Because, as the range of sources and the diversity of predictors continues to grow, the number of relationships that can potentially be modeled begins to approach infinity. As David G. Young pointed out, “predictive variables sometimes aren’t ....We’ve all seen variable interactions that change the significance, curvature, and even the sign of an important predictor.”
Thus, if you’re looking for a particular correlation in your data, you can probably find it if you’re clever enough to combine only the right data, specify only the right variables, and analyze at using only the right algorithm. Once you’ve hit on the right combination of modeling decisions, the patterns you seek may pop out like a genie from Aladdin’s lamp.

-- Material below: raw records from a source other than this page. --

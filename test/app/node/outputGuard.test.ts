/**
 * The output guard of app/node/files.ts (checkOutput, checkOutputs, identifyFile): what an
 * output may replace, what it never may, and that its messages name the option and the path as
 * the user wrote them. The exports are recognised by their writers' own output (core/io), not
 * by hand-written samples.
 */
import { execFileSync } from 'node:child_process';
import { linkSync, mkdirSync, mkdtempSync, readFileSync, rmSync, symlinkSync, writeFileSync } from 'node:fs';
import { tmpdir } from 'node:os';
import { join } from 'node:path';
import { afterAll, describe, expect, it } from 'vitest';
import { evaluate } from '../../../core/conic/evaluate.ts';
import { sampleEphemeris } from '../../../core/conic/ephemerisSampler.ts';
import { burnTableCsv, ephemerisCsv } from '../../../core/io/csv.ts';
import { writeOem } from '../../../core/io/oem.ts';
import { serializePlanFile } from '../../../core/io/planFile.ts';
import { budgetReport } from '../../../core/io/report.ts';
import { gameScheduleCsv, gameScheduleJson } from '../../../core/io/gameSchedule.ts';
import type { GameSchedule } from '../../../core/handoff/index.ts';
import { encodeRuntimeBinary, encodeRuntimeJson, runtimeEphemeris } from '../../../core/runtime/index.ts';
import {
  FileError,
  checkOutput,
  checkOutputs,
  identifyFile,
  savePlanFile,
  writeOutput,
  writeStdout,
  type OutputKind,
  type OutputTarget,
  type StdoutLike,
} from '../../../app/node/files.ts';
import { NEWER_VERSION_RULE } from '../../../app/preload/fileHeader.ts';
import { demoPlan } from '../../fixtures/demoPlan.ts';
import { demoSystem, demoSystemText } from '../../fuzz/files.ts';
import { samplePlan } from '../../core/io/planSamples.ts';

const ROOT = new URL('../../../', import.meta.url).pathname;
const SYSTEM = join(ROOT, 'assets/systems/ilmar.system.json');
const work = mkdtempSync(join(tmpdir(), 'waymark-guard-'));
afterAll(() => rmSync(work, { recursive: true, force: true }));

let n = 0;
function freshDir(): string {
  const d = join(work, `case-${n++}`);
  mkdirSync(d);
  return d;
}

type Exports = Record<'oem' | 'csv' | 'burns-csv' | 'report' | 'schedule-json' | 'schedule-csv' | 'runtime-json' | 'runtime-bin', string | Uint8Array>;

/** A small burn schedule for a game (one impulse), as `waymark handoff` writes it through core/io. */
const schedule: GameSchedule = {
  plan: 'Guard test',
  system: 'Ilmar',
  physics: { integrator: 'verlet', dt: 1 / 60, precision: 'float64', rebase: null, gravity: 'central', burns: 'impulsive', guidance: 'open-loop' },
  t0: 1000,
  start: { central: 'Tessel', state: [6.2e6, 0, 0, 0, 8000, 0] },
  endStep: 600,
  burns: [{ id: 'b', name: 'Burn', step: 60, t: 1001, dv: [0, 10, 0], dvMag: 10, dvBurnFrame: [10, 0, 0], change: [0, 0, 0], central: 'Tessel', thrust: null }],
};
let exportsMade: Exports | null = null;

/** The four exports of the demo plan, as core/io writes them (made once). */
function exportsOfDemo(): Exports {
  exportsMade ??= makeExports();
  return exportsMade;
}

function makeExports(): Exports {
  const system = demoSystem();
  const plan = structuredClone(demoPlan);
  const result = evaluate(system, plan);
  const eph = sampleEphemeris(system, result, { step: 86400 });
  // the bodies over one day: a small runtime ephemeris, as `waymark handoff --runtime` writes it through core/runtime
  const runtime = runtimeEphemeris(system, { t0: 0, t1: 86400 });
  return {
    oem: writeOem(system, eph, { objectName: plan.vehicle.name, creationDate: '2000-01-01T00:00:00' }),
    csv: ephemerisCsv(system, eph),
    'burns-csv': burnTableCsv(result.budget),
    report: budgetReport(system, plan, result),
    'schedule-json': `${JSON.stringify(gameScheduleJson(schedule), null, 2)}\n`,
    'schedule-csv': gameScheduleCsv(schedule, { length: 'km', time: 'steps' }),
    'runtime-json': `${JSON.stringify(encodeRuntimeJson(runtime))}\n`,
    'runtime-bin': new Uint8Array(encodeRuntimeBinary(runtime)),
  };
}

const planText = (version = 1): string => {
  const doc = JSON.parse(serializePlanFile(samplePlan(), { kind: 'path', path: SYSTEM })) as Record<string, unknown>;
  doc.version = version;
  return JSON.stringify(doc, null, 2);
};
const systemText = (version = 1): string => {
  const doc = JSON.parse(demoSystemText()) as Record<string, unknown>;
  doc.version = version;
  return JSON.stringify(doc, null, 2);
};

/** Writes `text` to a fresh file and returns its path. */
function fileWith(name: string, text: string | Uint8Array): string {
  const p = join(freshDir(), name);
  writeFileSync(p, text);
  return p;
}

describe('identifyFile', () => {
  it("recognises each export by its writer's own output, and plans and systems by their header", async () => {
    const texts = exportsOfDemo();
    for (const [kind, text] of Object.entries(texts)) expect((await identifyFile(fileWith(`x.${kind}`, text))).kind).toBe(kind);
    expect(await identifyFile(fileWith('p.json', planText(1)))).toEqual({ kind: 'plan', version: 1 });
    expect(await identifyFile(fileWith('s.json', systemText(2)))).toEqual({ kind: 'system', version: 2 });
    expect((await identifyFile(fileWith('e.txt', ''))).kind).toBe('empty');
    expect((await identifyFile(fileWith('w.txt', ' \n\t'))).kind).toBe('empty');
    expect((await identifyFile(fileWith('j.json', '{"token":"secret"}'))).kind).toBe('json');
    expect((await identifyFile(fileWith('d.json', '{"format": "waymark-plan", "version": 2'))).kind).toBe('json'); // damaged
    expect((await identifyFile(fileWith('n.txt', 'notes to self'))).kind).toBe('unknown');
  });
});

describe('checkOutput: what an output may replace', () => {
  const T = (flag: string, path: string, kind: OutputKind): OutputTarget => ({ flag, path, kind });

  it('a missing file, an empty file, and a previous export of the same kind: allowed', async () => {
    const dir = freshDir();
    await expect(checkOutput(T('--csv', join(dir, 'new.csv'), 'csv'))).resolves.toBe(join(dir, 'new.csv'));
    await expect(checkOutput(T('--csv', fileWith('empty.csv', ''), 'csv'))).resolves.toBeTruthy();
    const texts = exportsOfDemo();
    for (const kind of ['oem', 'csv', 'burns-csv', 'report', 'schedule-json', 'schedule-csv', 'runtime-json', 'runtime-bin'] as const) {
      await expect(checkOutput(T(`--${kind}`, fileWith(`old.${kind}`, texts[kind]), kind))).resolves.toBeTruthy();
    }
    await expect(checkOutput(T('--output', fileWith('old.plan.json', planText(1)), 'plan'))).resolves.toBeTruthy();
  });

  it('standard output is no file: nothing to check', async () => {
    await expect(checkOutput(T('--csv', '-', 'csv'))).resolves.toBeNull();
  });

  it('never one of the inputs: by its own path, through a symbolic link, through a hard link', async () => {
    const dir = freshDir();
    const plan = join(dir, 'trip.plan.json');
    writeFileSync(plan, planText());
    const sym = join(dir, 'sym.csv');
    symlinkSync(plan, sym);
    const hard = join(dir, 'hard.csv');
    linkSync(plan, hard);
    const inputs = [{ path: plan, what: 'the plan file being flown' }];
    for (const p of [plan, sym, hard]) {
      await expect(checkOutput(T('--csv', p, 'csv'), { inputs })).rejects.toThrow(
        `--csv ${p}: not written: it is the plan file being flown, an input of this command; choose another file`,
      );
    }
    // the same file written as the plan it is: still an input
    await expect(checkOutput(T('--output', plan, 'plan'), { inputs })).rejects.toThrow(/an input of this command/);
  });

  it('never a folder, a FIFO or a device; the message names the option, the path and standard output', async () => {
    const dir = freshDir();
    await expect(checkOutput(T('--grid-out', dir, 'grid-json'))).rejects.toThrow(`--grid-out ${dir}: not written: it is a folder; name a file`);
    const pipe = join(dir, 'pipe.csv');
    execFileSync('mkfifo', [pipe]);
    await expect(checkOutput(T('--csv', pipe, 'csv'))).rejects.toThrow(
      `--csv ${pipe}: not written: it is not a regular file (it is a FIFO (named pipe)); Waymark writes regular files, or standard output with --csv -`,
    );
    await expect(checkOutput(T('--oem', '/dev/null', 'oem'))).rejects.toThrow(
      /--oem \/dev\/null: not written: it is not a regular file \(it is a character device\)/,
    );
  });

  it('a plan or system file is replaced only by its own kind, never when a newer Waymark wrote it', async () => {
    const texts = exportsOfDemo();
    const plan = fileWith('a.plan.json', planText(1));
    const system = fileWith('a.system.json', systemText(1));
    await expect(checkOutput(T('--report', plan, 'report'))).rejects.toThrow(
      `--report ${plan}: not written: it is a Waymark plan file, which a Markdown budget report would replace; choose another file`,
    );
    await expect(checkOutput(T('--output', system, 'plan'))).rejects.toThrow(
      `--output ${system}: not written: it is a Waymark system file, which a Waymark plan file would replace`,
    );
    await expect(checkOutput(T('--grid-out', system, 'grid-json'))).rejects.toThrow(/it is a Waymark system file/);
    const newerPlan = fileWith('v2.plan.json', planText(2));
    const newerSystem = fileWith('v2.system.json', systemText(2));
    await expect(checkOutput(T('--output', newerPlan, 'plan'))).rejects.toThrow(
      `--output ${newerPlan}: not written: it ${NEWER_VERSION_RULE} (plan file version 2; this program writes version 1); saving would lose what that version added — choose another file`,
    );
    await expect(checkOutput(T('--report', newerPlan, 'report'))).rejects.toThrow(NEWER_VERSION_RULE);
    await expect(checkOutput(T('--output', newerSystem, 'plan'))).rejects.toThrow(/system file version 2/);
    // desktop rules: the dialog asked "replace?", yet plan and system files stay protected
    await expect(checkOutput(T('Export', plan, 'report'), { unidentified: 'replace' })).rejects.toThrow(/it is a Waymark plan file/);
    await expect(checkOutput(T('Export', fileWith('b.md', texts.csv), 'report'), { unidentified: 'replace' })).resolves.toBeTruthy();
  });

  it('on the command line, another kind of export, JSON Waymark cannot identify or any other text: refused', async () => {
    const texts = exportsOfDemo();
    const burns = fileWith('burns.csv', texts['burns-csv']);
    await expect(checkOutput(T('--csv', burns, 'csv'))).rejects.toThrow(
      `--csv ${burns}: not written: it holds a burn table (CSV), not an ephemeris CSV; Waymark replaces only its own ephemeris CSV — choose another file or remove it first`,
    );
    const json = fileWith('settings.json', '{"token":"secret"}');
    await expect(checkOutput(T('--grid-out', json, 'grid-json'))).rejects.toThrow(
      /it holds a JSON document Waymark did not write, not a porkchop grid \(JSON\)/,
    );
    const notes = fileWith('notes.md', 'my notes');
    await expect(checkOutput(T('--report', notes, 'report'))).rejects.toThrow(/it holds a file Waymark did not write, not a Markdown budget report/);
    await expect(checkOutput(T('Export', notes, 'report'), { unidentified: 'replace' })).resolves.toBeTruthy();
  });
});

describe('checkOutputs: the outputs of one command together', () => {
  it('no two to one file (also through a link), at most one to standard output', async () => {
    const dir = freshDir();
    const a = join(dir, 'a.csv');
    await expect(
      checkOutputs([
        { flag: '--csv', path: a, kind: 'csv' },
        { flag: '--burns', path: a, kind: 'burns-csv' },
      ]),
    ).rejects.toThrow(`--burns ${a}: not written: --csv writes the same file; give each output its own file`);
    writeFileSync(a, '');
    const link = join(dir, 'link.csv');
    symlinkSync(a, link);
    await expect(
      checkOutputs([
        { flag: '--csv', path: a, kind: 'csv' },
        { flag: '--burns', path: link, kind: 'burns-csv' },
      ]),
    ).rejects.toThrow(/--csv writes the same file/);
    await expect(
      checkOutputs([
        { flag: '--csv', path: '-', kind: 'csv' },
        { flag: '--oem', path: '-', kind: 'oem' },
      ]),
    ).rejects.toThrow('--oem -: not written: --csv and --oem cannot all go to standard output; give all but one a file');
  });
});

describe('writeOutput and savePlanFile go through the guard', () => {
  it('refuse before writing: the file in the way is unchanged and no backup is made', async () => {
    const plan = fileWith('keep.plan.json', planText(1));
    const before = readFileSync(plan, 'utf8');
    await expect(writeOutput({ flag: '--csv', path: plan, kind: 'csv' }, 't_s\n')).rejects.toThrow(FileError);
    expect(readFileSync(plan, 'utf8')).toBe(before);
    const system = fileWith('keep.system.json', systemText(1));
    await expect(savePlanFile(system, samplePlan(), { kind: 'path', path: SYSTEM })).rejects.toThrow(`cannot save ${system}: it is a Waymark system file`);
    await expect(savePlanFile(system, samplePlan(), { kind: 'path', path: SYSTEM }, { flag: '-o' })).rejects.toThrow(`-o ${system}: not written:`);
    expect(readFileSync(system, 'utf8')).toBe(systemText(1));
  });
});

describe('writeStdout', () => {
  /** A stream that records what it is given and answers each write with `err`. */
  const stream = (isTTY: boolean, err: (Error & { code?: string }) | null = null) => {
    const got: string[] = [];
    const out: StdoutLike = {
      isTTY,
      write: (chunk, callback) => {
        got.push(chunk);
        callback(err);
        return true;
      },
      on: () => undefined,
    };
    return { out, got };
  };
  const shout = (t: string): string => t.toUpperCase();

  it('hands the text over as it is to a pipe, through forTerminal to a terminal', async () => {
    const pipe = stream(false);
    await writeStdout('a\u001b[2J', pipe.out, { forTerminal: shout });
    expect(pipe.got).toEqual(['a\u001b[2J']);
    const tty = stream(true);
    await writeStdout('abc', tty.out, { forTerminal: shout });
    expect(tty.got).toEqual(['ABC']);
  });

  it('a reader that went away (EPIPE) ends the write quietly; any other error is passed on', async () => {
    await expect(writeStdout('x', stream(false, Object.assign(new Error('broken pipe'), { code: 'EPIPE' })).out)).resolves.toBeUndefined();
    await expect(writeStdout('x', stream(false, Object.assign(new Error('disk full'), { code: 'ENOSPC' })).out)).rejects.toThrow('disk full');
  });
});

Yet the fact that you’ve supposedly discovered this correlation doesn’t mean it actually exists in the underlying real-world domain you’re investigating. It may simply be a figment of your specific approach to modeling the data you have at hand. You may have no fraudulent intent, and you may otherwise adhere to standard data-scientific methodologies, but you may choose to go no further if it appears you’ve already struck the pay dirt insight you were seeking.
If you’re a data scientist, the fact that you don’t realize you’re looking at non-existent statistical patterns may simply stem from the fact that you’re human. Confirmation bias is a vulnerability to which everybody tends to fall prey from time to time. Even the most brilliant statistical analysts can make honest mistakes of math and logic.

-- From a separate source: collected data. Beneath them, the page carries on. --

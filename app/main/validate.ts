/**
 * Checks of the values that cross the IPC boundary. The renderer is treated as untrusted:
 * every argument is checked for type, size and shape before main acts on it.
 */
import { isAbsolute } from 'node:path';
import { MAX_FILE_CHARS, type DocumentState, type ExportKind, type RecoverySnapshot } from '../preload/api.ts';
import { headerProblem, type FileKind } from '../preload/fileHeader.ts';

/** A bad argument from the renderer: names the argument and the rule it broke. */
export class ArgumentError extends Error {
  override name = 'ArgumentError';
  constructor(
    readonly argument: string,
    readonly rule: string,
  ) {
    super(`${argument} ${rule}`);
  }
}

// biome-ignore lint/suspicious/noControlCharactersInRegex: finding control characters in argument text is the point
const CONTROL = /[\u0000-\u001f\u007f]/;

export function requireText(name: string, v: unknown, max = MAX_FILE_CHARS): string {
  if (typeof v !== 'string') throw new ArgumentError(name, 'must be a string');
  if (v.length > max) throw new ArgumentError(name, `must be at most ${max} characters`);
  return v;
}

/**
 * Text of a `kind` file (plan or system): a string within the size limit whose JSON header
 * declares that kind, in a version this program reads. (The renderer checks the rest, field by field.)
 */
export function requireFileText(name: string, v: unknown, kind: FileKind): string {
  const text = requireText(name, v);
  const problem = headerProblem(text, kind);
  if (problem) throw new ArgumentError(name, problem.rule);
  return text;
}

/** An absolute path without control characters, ending in one of `extensions`. */
export function requireFilePath(name: string, v: unknown, extensions: readonly string[]): string {
  const p = requireText(name, v, 4096);
  if (p === '' || CONTROL.test(p)) throw new ArgumentError(name, 'must be a non-empty path without control characters');
  if (!isAbsolute(p)) throw new ArgumentError(name, 'must be an absolute path');
  if (!extensions.some((e) => p.toLowerCase().endsWith(e))) throw new ArgumentError(name, `must end in ${extensions.join(' or ')}`);
  return p;
}

/** A bare file name (no directory part) for a save dialog's default. */
export function requireFileName(name: string, v: unknown): string {
  const s = requireText(name, v, 200);
  if (s.trim() === '' || CONTROL.test(s) || /[/\\]/.test(s) || s === '.' || s === '..') {
    throw new ArgumentError(name, 'must be a file name without a directory part');
  }
  return s;
}

export const EXPORT_KINDS: readonly ExportKind[] = [
  'oem',
  'csv',
  'burns-csv',
  'report',
  'schedule-json',
  'schedule-csv',
  'runtime-json',
  'runtime-bin',
  'map-svg',
  'map-png',
  'map-json',
  'map-csv',
  'calendar-csv',
  'calendar-json',
];

/** Bytes (a Uint8Array) within the size limit. */
export function requireBytes(name: string, v: unknown, max = MAX_FILE_CHARS): Uint8Array {
  if (!(v instanceof Uint8Array)) throw new ArgumentError(name, 'must be bytes (a Uint8Array)');
  if (v.byteLength > max) throw new ArgumentError(name, `must be at most ${max} bytes`);
  return v;
}

export function requireExportKind(name: string, v: unknown): ExportKind {
  if (typeof v !== 'string' || !(EXPORT_KINDS as readonly string[]).includes(v)) {
    throw new ArgumentError(name, `must be one of ${EXPORT_KINDS.join(', ')}`);
  }
  return v as ExportKind;
}

function isRecord(v: unknown): v is Record<string, unknown> {
  return typeof v === 'object' && v !== null && !Array.isArray(v);
}

export function requireRecoverySnapshot(name: string, v: unknown): RecoverySnapshot {
  if (!isRecord(v)) throw new ArgumentError(name, 'must be an object');
  const keys = Object.keys(v).sort().join(',');
  if (keys !== 'name,path,savedAt,text') throw new ArgumentError(name, 'must have exactly the fields name, path, text, savedAt');
  const snapshotName = requireText(`${name}.name`, v.name, 300);
  const path = v.path === null ? null : requireText(`${name}.path`, v.path, 4096);
  const text = requireFileText(`${name}.text`, v.text, 'plan');
  if (typeof v.savedAt !== 'number' || !Number.isFinite(v.savedAt)) throw new ArgumentError(`${name}.savedAt`, 'must be a finite number');
  return { name: snapshotName, path, text, savedAt: v.savedAt };
}

export function requireDocumentState(name: string, v: unknown): DocumentState {
  if (!isRecord(v)) throw new ArgumentError(name, 'must be an object');
  const title = requireText(`${name}.title`, v.title, 300);
  if (typeof v.dirty !== 'boolean') throw new ArgumentError(`${name}.dirty`, 'must be true or false');
  return { title, dirty: v.dirty };
}

export function requireNoArguments(args: readonly unknown[]): void {
  if (args.length !== 0) throw new ArgumentError('arguments', 'must be empty');
}

/** Exactly the named arguments, no more and no fewer. */
export function requireArguments(args: readonly unknown[], names: readonly string[]): void {
  if (args.length !== names.length) throw new ArgumentError('arguments', `must be (${names.join(', ')})`);
}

As Nobel laureate economist Daniel Kahneman stated in his book "Thinking, Fast and Slow," humans, educated and otherwise, are innately tuned to “see patterns where none exists.” Conversely, we are also frequently unable to see the deep statistical, probabilistic patterns that really exist in the world around us, especially when the patterns feel counterintuitive.
If you’re a data scientist who prides yourself on your data-driven exploration, spurious correlations are a dangerous honeypot. The pressure to accept these false patterns as gospel may stem from an unconscious desire to validate the cherished assumptions upon which your career and employer’s business model depend. You don’t want to think that you’re doing shoddy data science that rubber-stamps a convenient fiction. But it can be hard to justify deeper investigations into data that could risk uncovering inconvenient truths.
How can data scientists reduce the likelihood that, when exploring big data, they might inadvertently accept spurious statistical correlations as facts? Here are a some useful methodologies in that regard:
- Ensemble learning: This approach determines whether multiple independent models -- all using the same data set but trained on different samples, employing different algorithms, and calling out different variables -- converge on a common statistical pattern. If they do, you can have greater confidence that the correlations they reveal have some casual validity. An ensemble-learning algorithm does this by training on the result sets of the independent models and using voting, averaging, "bagging," "boosting," and other functions to reduce variance among the patterns revealed in the various constituent models.
- A/B testing: This approach determines which alternative models -- between which some variables differ but others are held constant -- best predict the dependent variable of interest. Typically, in real-world experiments involving live data, successive runs of incrementally revised A and B models -- sometimes known as “champion” and “challenger” models -- converge on a set of variables with the highest predictive value.
- Robust modeling: This approach simply involves due diligence in the modeling process to determine whether the predictions you’ve made are stable with respect to alternate data sources, sampling techniques, algorithmic approaches, timeframes, and so on. In addition, robust outlier analysis is very important because, as Vincent Granville noted a few years ago, the increasing incidence of outliers in larger data sets can create spurious correlations, which might obscure the true patterns in the data or "reveal" patterns that don't exist.
When applied consistently in your work as a data scientist, these approaches can ensure that the patterns you’re revealing actually reflect the domain you’re modeling. Without these in your methodological kit, you can’t be confident that the correlations you’re seeing won’t vanish the next time you run your statistical model.